Tearing down the old temporary shelter









You can see where water was leaking in on the side, bleh. Funny that we had NO issues whatsoever with that until the monsoon rains of July/August! We had record rainfall.









Hubby measuring, and trying to level his stumps to set the pallets on, that's how we did it when we built the barn back in 2010. 









Hubby putting in support posts on the east side of the shelter & my floor raising job! We need to buy 1 more cattle panel for the top & set 2 more pallets to attach it to. 









Right now the panels are secured with twine, we'll replace those with wire once we can get to TSC or Lowe's this weekend.
You can sort of see how high I am raising the floor. 


















We are using old pallets as well as a few others I was able to pick up, sadly the store I get them from just didn't have any decent ones. These pallets may look ugly, but they are still very strong 









Luna wants to help!









She doesn't know if she wants the garden spade or the rake lol  









We plan to put some kind of support up to help the cattle panels especially for when we do get some snow - just not sure yet how we will do it. We plan on pricing PVC, or we may use a wood from across the top.

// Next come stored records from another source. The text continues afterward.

import { Knex } from 'knex';
import { NumericInsert } from './column-types';

// Reference density tables, lab settings and tolerance classes.

export interface DensityTableRow {
  id: number;
  name: string;
  /** DECIMAL columns come back as strings. */
  temperature_c: string;
  resolution: string;
  uploaded_by_user_id: number;
  created_at: Date;
}

export interface DensityTableRowRow {
  id: number;
  density_table_id: number;
  line: number;
  mass_percent: string;
  density: string;
}

export interface DensityTableCorrectionRow {
  id: number;
  density_table_row_id: number;
  density: string;
  note: string;
  corrected_by_user_id: number;
  created_at: Date;
}

export interface LabSettingsRow {
  id: number;
  density_table_id: number | null;
  updated_by_user_id: number | null;
  updated_at: Date;
}

export interface ToleranceClassRow {
  id: number;
  name: string;
  tolerance_percent_volume: string;
  note: string;
  retired: number | boolean;
  created_at: Date;
  updated_at: Date;
}

declare module 'knex/types/tables' {
  interface Tables {
    density_tables: Knex.CompositeTableType<DensityTableRow, Omit<NumericInsert<DensityTableRow, 'temperature_c' | 'resolution'>, 'id' | 'created_at'>>;
    density_table_rows: Knex.CompositeTableType<DensityTableRowRow, Omit<NumericInsert<DensityTableRowRow, 'mass_percent' | 'density'>, 'id'>>;
    density_table_corrections: Knex.CompositeTableType<DensityTableCorrectionRow, Omit<NumericInsert<DensityTableCorrectionRow, 'density'>, 'id' | 'created_at'>>;
    lab_settings: Knex.CompositeTableType<LabSettingsRow, Omit<LabSettingsRow, 'updated_at'>, Partial<LabSettingsRow>>;
    tolerance_classes: Knex.CompositeTableType<ToleranceClassRow, Omit<NumericInsert<ToleranceClassRow, 'tolerance_percent_volume'>, 'id' | 'created_at' | 'updated_at' | 'retired'>, Partial<Omit<ToleranceClassRow, 'tolerance_percent_volume'>> & { tolerance_percent_volume?: number }>;
  }
}
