import { Knex } from 'knex';
import { BatchPrediction, BatchStatus } from '@shared/batches';
import { Decimal, Writable } from './column-types';

// Batches, their plans and brew-day measurements.

export interface BatchRow {
  id: number;
  name: string;
  brewer_user_id: number;
  created_by_user_id: number;
  recipe_id: number | null;
  recipe_version: number | null;
  predicted: BatchPrediction | null;
  brew_date: Date;
  planned_volume_litres: Decimal;
  fermenter_kit_item_id: number | null;
  status: BatchStatus;
  planned_at: Date;
  brewing_at: Date | null;
  fermenting_at: Date | null;
  conditioning_at: Date | null;
  packaged_at: Date | null;
  archived_at: Date | null;
  wort_correction_factor: Decimal;
  notes: string;
  created_at: Date;
  updated_at: Date;
}

export interface BatchPlanRow {
  batch_id: number;
  fermentation_days: number;
  conditioning_days: number;
  created_at: Date;
  updated_at: Date;
}

export interface BrewDayMeasurementsRow {
  batch_id: number;
  pre_boil_litres: Decimal | null;
  pre_boil_gravity: Decimal | null;
  fermenter_litres: Decimal | null;
  original_gravity: Decimal | null;
  original_gravity_temperature_c: Decimal | null;
  pitched_at: Date | null;
  updated_by_user_id: number;
  updated_at: Date;
}

declare module 'knex/types/tables' {
  interface Tables {
    batches: Knex.CompositeTableType<BatchRow, Writable<Omit<BatchRow, 'predicted'>> & { predicted?: string | null }, Writable<Omit<BatchRow, 'predicted'>>>;
    batch_plans: Knex.CompositeTableType<BatchPlanRow, Pick<BatchPlanRow, 'batch_id' | 'fermentation_days' | 'conditioning_days'>, Partial<BatchPlanRow>>;
    brew_day_measurements: Knex.CompositeTableType<BrewDayMeasurementsRow, Writable<BrewDayMeasurementsRow>, Writable<BrewDayMeasurementsRow>>;
  }
}
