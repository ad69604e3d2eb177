import { Knex } from 'knex';
import { BookingPurpose } from '@shared/bookings';
import { KitKind, KitState } from '@shared/kit';

// The kit register, its maintenance log and bookings, and the calendar feed links.

export interface KitItemRow {
  id: number;
  code: string;
  name: string;
  kind: KitKind;
  /** DECIMAL: the driver returns a string. */
  capacity_litres: string | null;
  state: KitState;
  turnaround_hours: number;
  notes: string;
  created_at: Date;
  updated_at: Date;
}

export interface KitMaintenanceEntryRow {
  id: number;
  kit_item_id: number;
  /** DATE: written as yyyy-MM-dd, read back as a Date at midnight UTC. */
  performed_on: Date | string;
  work: string;
  performed_by: string;
  next_due_on: Date | string | null;
  recorded_by_user_id: number;
  created_at: Date;
}

export interface BookingRow {
  id: number;
  kit_item_id: number;
  user_id: number;
  created_by_user_id: number;
  purpose: BookingPurpose;
  starts_at: Date;
  ends_at: Date;
  held_until: Date;
  time_zone: string;
  batch_id: number | null;
  note: string;
  cancelled_at: Date | null;
  cancelled_by_user_id: number | null;
  created_at: Date;
  updated_at: Date;
}

export interface BookingFeedLinkRow {
  user_id: number;
  token_hash: string;
  created_at: Date;
}

declare module 'knex/types/tables' {
  interface Tables {
    kit_items: Knex.CompositeTableType<KitItemRow, Omit<KitItemRow, 'id' | 'created_at' | 'updated_at' | 'state' | 'notes' | 'capacity_litres'> & { state?: KitState; notes?: string; capacity_litres: number | null }, Partial<Omit<KitItemRow, 'capacity_litres'>> & { capacity_litres?: number | null }>;
    kit_maintenance_entries: Knex.CompositeTableType<KitMaintenanceEntryRow, Omit<KitMaintenanceEntryRow, 'id' | 'created_at'>>;
    bookings: Knex.CompositeTableType<BookingRow, Omit<BookingRow, 'id' | 'created_at' | 'updated_at' | 'cancelled_at' | 'cancelled_by_user_id'>, Partial<BookingRow>>;
    booking_feed_links: Knex.CompositeTableType<BookingFeedLinkRow, Omit<BookingFeedLinkRow, 'created_at'>>;
  }
}
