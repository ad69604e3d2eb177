import { ChangeDetectionStrategy, Component, effect, inject, input, output } from '@angular/core';
import { AbstractControl, NonNullableFormBuilder, ReactiveFormsModule, ValidationErrors, Validators } from '@angular/forms';
import { MatButton } from '@angular/material/button';
import { MatCheckbox } from '@angular/material/checkbox';
import { MatError, MatFormField, MatLabel } from '@angular/material/form-field';
import { MatInput } from '@angular/material/input';
import { Role, ROLES } from '@shared/auth';
import { CreateInvitationRequest } from '@shared/members';
import { applyServerFieldErrors, FieldErrors } from '@app/ui/server-field-errors';
import { onCountChange } from '@app/ui/on-count-change';

const DEFAULT_ROLES = { member: true, brewer: false, admin: false } satisfies Record<Role, boolean>;

function atLeastOneRole(group: AbstractControl): ValidationErrors | null {
  return Object.values(group.value as Record<Role, boolean>).some(Boolean) ? null : { noRole: true };
}

/** E-mail and roles of a person to invite; new invitations hold the member role unless changed. */
@Component({
  selector: 'cw-invite-form',
  imports: [ReactiveFormsModule, MatFormField, MatLabel, MatError, MatInput, MatCheckbox, MatButton],
  templateUrl: './invite-form.html',
  styleUrl: './invite-form.scss',
  changeDetection: ChangeDetectionStrategy.OnPush,
})
export class InviteForm {
  readonly pending = input(false);
  /** Goes up by one per invitation created; the form then clears for the next one. */
  readonly createdCount = input(0);
  readonly fieldErrors = input<FieldErrors | null>(null);
  readonly invitationSubmitted = output<CreateInvitationRequest>();

  protected readonly roleNames = ROLES;
  protected readonly form = inject(NonNullableFormBuilder).group({
    email: ['', [Validators.required, Validators.email]],
    roles: inject(NonNullableFormBuilder).group({ ...DEFAULT_ROLES }, { validators: atLeastOneRole }),
  });

  constructor() {
    effect(() => applyServerFieldErrors(this.form, this.fieldErrors()));
    onCountChange(this.createdCount, () => this.form.reset({ email: '', roles: { ...DEFAULT_ROLES } }));
  }

  protected submit(): void {
    if (this.pending()) {
      return;
    }
    if (this.form.invalid) {
      this.form.markAllAsTouched();
      return;
    }
    const { email, roles } = this.form.getRawValue();
    this.invitationSubmitted.emit({ email: email.trim(), roles: ROLES.filter((role) => roles[role]) });
  }
}
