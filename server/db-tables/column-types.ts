// Column types shared by the table rows: what the driver reads back and what a write may give.

/** A DATE or DATETIME a write may give as a Date or an ISO string. */
export type DateInput = Date | string;

/** DECIMAL columns come back from the driver as strings. */
export type Decimal = string;

/** Values a write may give where the driver reads back a DECIMAL string. */
export type Writable<Row> = { [K in keyof Row]?: Row[K] extends Decimal | null ? number | string | null : Row[K] };

/** An insert that gives the named DECIMAL columns as numbers. */
export type NumericInsert<Row, Keys extends keyof Row> = Omit<Row, Keys> & { [K in Keys]: number };
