import { createActionGroup, emptyProps, props } from '@ngrx/store';
import { PayDuesRequest } from '@shared/dues';

export const DuesPageActions = createActionGroup({
  source: 'Dues Page',
  events: {
    Opened: emptyProps(),
    'Payment Submitted': props<{ request: PayDuesRequest }>(),
    'Renewal Stopped': emptyProps(),
  },
});
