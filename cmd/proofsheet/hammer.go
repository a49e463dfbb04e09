package main

import (
	"context"
	"errors"
	"flag"
	"fmt"
	"iter"
	"os"
	"os/signal"
	"path/filepath"
	"runtime"
	"slices"
	"strconv"
	"strings"
	"sync"
	"syscall"
	"time"

	"github.com/proofsheet/proofsheet/assert"
	"github.com/proofsheet/proofsheet/fixtures"
	"github.com/proofsheet/proofsheet/property"
)

func hammerCommand() *command {
	c := &command{
		name:    "hammer",
		summary: "property-test a program in any language with generated mess, and shrink what breaks it",
		usage: `Usage: proofsheet hammer --schema FILE --run CMD [--check NAME[=ARG]]... [options]

Generates messy raw files from a gen schema file (the same generators as
the property package and proofsheet gen), runs the program on each, and
checks that the checks hold. The program is a shell command: {in} is the
path of a generated raw file (a folder of them with --files), {out} the
path the program must write its output table to, its format given by
--out-format; with no {out}, the program's standard output is read.

When a check fails, the failing input file is shrunk — rows, then
columns, then cells toward plain spellings and simpler values — while
the same check keeps failing the same way. The smallest failing input is
printed with its invisible characters made visible, with the seed, the
command that reproduces it, the program's standard error and the output
diff, and --keep DIR gets exactly the bytes the program failed on.

Checks (default: runs):
` + checkHelp + `

Options:
  --schema FILE      the gen schema file of the raw input (see proofsheet gen)
  --run CMD          the program, as a shell command with {in} and {out}
  --check NAME[=ARG] a check (repeatable; see above)
  --key COLS         compare outputs by these key columns
  --any-row-order    compare outputs as multisets of rows
` + tolHelp + `
  --ignore COLS      leave these output columns out of comparisons
  --loose-types      compare values across types: 3 equals 3.0
  --samples N        generated inputs to try (default 100)
  --rows N           most data rows of a generated file (default 30);
                     early samples are smaller
  --files N          each sample is a folder of 1 to N files, and {in}
                     is the folder (default: one file, {in} its path)
  --seed N           the seed (default: from the clock); the same schema,
                     seed and flags give the same inputs byte for byte
  --jobs N           programs run at once (default: the number of CPUs)
  --timeout D        each run's time limit, after which the program's whole
                     process group is killed (default 30s)
  --out-format F     the format of the output: csv (default), tsv, jsonl,
                     json, arrow or parquet (the extension of {out})
  --keep DIR         write the smallest failing input there (and its
                     variant, the outputs and a reproduce.txt)
  --max-shrinks N    most candidate inputs tried while shrinking (default
                     2000; 0 does not shrink)
  --format F         text (default), markdown or json
  --junit FILE       also write a JUnit XML report: one test case per check
  --quiet            print no progress on stderr

` + readerHelp + `
  (Reader options apply to reading the program's outputs.)

Each run gets a fresh temporary directory (TMPDIR points into it), removed
when the run ends, and nothing is left behind when hammer ends. When
` + stepSummaryVar + ` names a file, the Markdown report is appended to it.

Example:
  proofsheet hammer --schema uploads.schema --run 'python3 clean.py {in} {out}' \
      --key house,day --check runs --check order-free --check same-on-plain \
      --check no-nulls=house,day --check 'agrees=python3 reference.py {in} {out}' \
      --samples 100 --seed 7 --keep failing/

Exit status: 0 when every check held on every sample, 1 when one failed
(shrunk and reported), 2 on trouble: a bad schema or option, the program
not found, a reference that fails, every run timing out.
`,
	}
	c.run = func(e *env, args []string) int { return runHammer(e, c, args) }
	return c
}

// hammerDefaults.
const (
	defaultSamples    = 100
	defaultRows       = 30
	defaultTimeout    = 30 * time.Second
	defaultMaxShrinks = 2000
	stderrLines       = 20
)

// hammerRun is one hammer: its settings and what it found.
type hammerRun struct {
	e          *env
	schemaFile string
	spec       *property.GenSpec
	program    string
	checks     []*hammerCheck
	samples    int
	rows       int
	files      int
	seed       int64
	seedFrom   string
	jobs       int
	maxShrinks int
	keep       string
	judge      *judge
	reproduce  string // the command that runs this hammer again with its seed

	ran      int // samples run to the end
	start    time.Time
	timedOut int // samples whose run on the input timed out
	failure  *hammerFailure
	trouble  error
}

On the opening, I want to block one side of the doorway off to help keep wind out. 
I do NOT want the goats to have access to the front of the barn, so we still have to figure out how to make a door across the front of it that will be good for winter months, yet something we can get a roll bale through! I'm not sure how we should do it yet. I know I don't want to use the blue tarps on the front if I can help it.

So that's where we are for now. Nothing fancy at all, but we need extra space for kidding season early next year, and with the goats preferring to sleep in there, I want it big enough for them to be comfortable.


----------



## ArborGoats

Looks great!


----------



## billiejw89

Love it


----------



## ksalvagno

Looks good!


----------



## HoosierShadow

Thanks! It's a much bigger job than the original temporary one, but hopefully it works out  The does need hay, but I can't get them a roll bale until we are done.

Our herd queen is quite mean to them at times, so I wanted a bigger shelter so they can go all the way around the roll bale to get away from her. I also want my husband to cut a small hole in one pallet on the side facing the barn towards the front of the shelter just big enough for goats to go in/out as an escape door. Our weather typically comes from the north, west or south.

We need to price supplies so we know which way we want to go as far as making a support for the top. Probably 2"x4" door frames. 
Still thinking double doors that open out on the front <like shed doors>, I think that would be the simplest way to do it.


----------



## toth boer goats

Awesome work there.

I love the doe thinking "Which one, LOL.


----------



## HoosierShadow

Well we're slowly getting it done.
We put the old cover on it in case it rained today. Obviously it's a bit small now lol

We had scrap OSB/plywood in the barn, and amazingly, they fit in place on the east side of the shelter without needing to be cut! We made a small door for goats to go in/out <I call it escape from bully door lol>. Just need a small piece of OSB above the door.
Not overly beautiful, but later on it will be painted to match. Also, the top length isn't a big issue <siding not being the same size> as the new tarp will be pulled down and tied to hook eyes that we'll mount on the siding. So.. the top of the siding won't be visible.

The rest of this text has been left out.